Dataset entries
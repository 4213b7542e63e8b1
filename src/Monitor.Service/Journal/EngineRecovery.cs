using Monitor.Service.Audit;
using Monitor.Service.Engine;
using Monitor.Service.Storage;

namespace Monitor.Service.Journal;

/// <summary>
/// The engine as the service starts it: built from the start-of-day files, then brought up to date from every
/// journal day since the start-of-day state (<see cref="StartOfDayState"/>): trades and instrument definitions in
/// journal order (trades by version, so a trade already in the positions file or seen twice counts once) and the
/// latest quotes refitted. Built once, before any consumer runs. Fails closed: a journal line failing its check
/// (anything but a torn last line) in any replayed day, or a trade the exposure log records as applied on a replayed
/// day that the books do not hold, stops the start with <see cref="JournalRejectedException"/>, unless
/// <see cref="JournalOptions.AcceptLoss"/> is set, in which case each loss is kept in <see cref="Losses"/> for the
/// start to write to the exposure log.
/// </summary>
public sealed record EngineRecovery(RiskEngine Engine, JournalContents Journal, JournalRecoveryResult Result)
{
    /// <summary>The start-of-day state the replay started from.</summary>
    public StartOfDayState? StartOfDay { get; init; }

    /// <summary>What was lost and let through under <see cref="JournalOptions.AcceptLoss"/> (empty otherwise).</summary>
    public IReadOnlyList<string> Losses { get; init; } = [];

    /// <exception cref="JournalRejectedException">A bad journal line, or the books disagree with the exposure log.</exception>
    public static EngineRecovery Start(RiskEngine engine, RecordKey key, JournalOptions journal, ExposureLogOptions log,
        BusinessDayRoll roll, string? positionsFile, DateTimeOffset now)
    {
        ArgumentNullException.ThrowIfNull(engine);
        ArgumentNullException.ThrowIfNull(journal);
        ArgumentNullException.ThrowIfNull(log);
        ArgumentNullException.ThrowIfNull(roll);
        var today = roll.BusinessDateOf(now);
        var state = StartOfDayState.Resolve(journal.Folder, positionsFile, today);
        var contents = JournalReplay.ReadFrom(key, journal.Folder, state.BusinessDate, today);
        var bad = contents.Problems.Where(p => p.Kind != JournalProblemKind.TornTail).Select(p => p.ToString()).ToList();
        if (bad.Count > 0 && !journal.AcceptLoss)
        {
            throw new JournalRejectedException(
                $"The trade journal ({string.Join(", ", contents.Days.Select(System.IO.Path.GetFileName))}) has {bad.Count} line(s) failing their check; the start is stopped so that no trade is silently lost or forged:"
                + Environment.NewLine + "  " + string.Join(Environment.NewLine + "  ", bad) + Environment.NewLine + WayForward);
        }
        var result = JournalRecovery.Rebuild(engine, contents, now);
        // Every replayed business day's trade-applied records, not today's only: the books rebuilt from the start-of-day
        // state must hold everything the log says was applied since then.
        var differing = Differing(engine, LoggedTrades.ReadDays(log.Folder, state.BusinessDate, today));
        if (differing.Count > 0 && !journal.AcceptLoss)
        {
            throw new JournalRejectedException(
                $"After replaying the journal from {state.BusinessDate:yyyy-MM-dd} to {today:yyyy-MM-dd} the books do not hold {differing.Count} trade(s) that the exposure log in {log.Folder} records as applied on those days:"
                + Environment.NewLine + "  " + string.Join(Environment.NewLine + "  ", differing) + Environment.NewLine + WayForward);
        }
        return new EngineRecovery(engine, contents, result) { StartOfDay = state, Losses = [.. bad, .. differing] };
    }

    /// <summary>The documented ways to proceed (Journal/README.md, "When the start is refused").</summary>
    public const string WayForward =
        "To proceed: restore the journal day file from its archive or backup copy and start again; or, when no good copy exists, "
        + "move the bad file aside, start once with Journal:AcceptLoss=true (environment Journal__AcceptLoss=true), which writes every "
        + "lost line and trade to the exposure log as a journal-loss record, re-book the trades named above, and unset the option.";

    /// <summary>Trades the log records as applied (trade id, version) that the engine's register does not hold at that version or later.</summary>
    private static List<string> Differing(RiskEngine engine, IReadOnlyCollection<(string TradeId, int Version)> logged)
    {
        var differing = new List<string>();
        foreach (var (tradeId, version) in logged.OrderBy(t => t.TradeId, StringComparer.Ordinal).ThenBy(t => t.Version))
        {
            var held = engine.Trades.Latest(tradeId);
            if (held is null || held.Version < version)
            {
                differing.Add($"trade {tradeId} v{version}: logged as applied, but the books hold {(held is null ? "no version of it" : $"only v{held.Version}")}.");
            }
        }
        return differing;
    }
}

Description of the task => Write out exactly the lines between the start of the entries and the line containing "failing its check", including that line and the first one.

Expected answer =>
repository 4213b7542e63e8b1
filename src/Monitor.Service/Journal/EngineRecovery.cs
using Monitor.Service.Audit;
using Monitor.Service.Engine;
using Monitor.Service.Storage;

namespace Monitor.Service.Journal;

/// <summary>
/// The engine as the service starts it: built from the start-of-day files, then brought up to date from every
/// journal day since the start-of-day state (<see cref="StartOfDayState"/>): trades and instrument definitions in
/// journal order (trades by version, so a trade already in the positions file or seen twice counts once) and the
/// latest quotes refitted. Built once, before any consumer runs. Fails closed: a journal line failing its check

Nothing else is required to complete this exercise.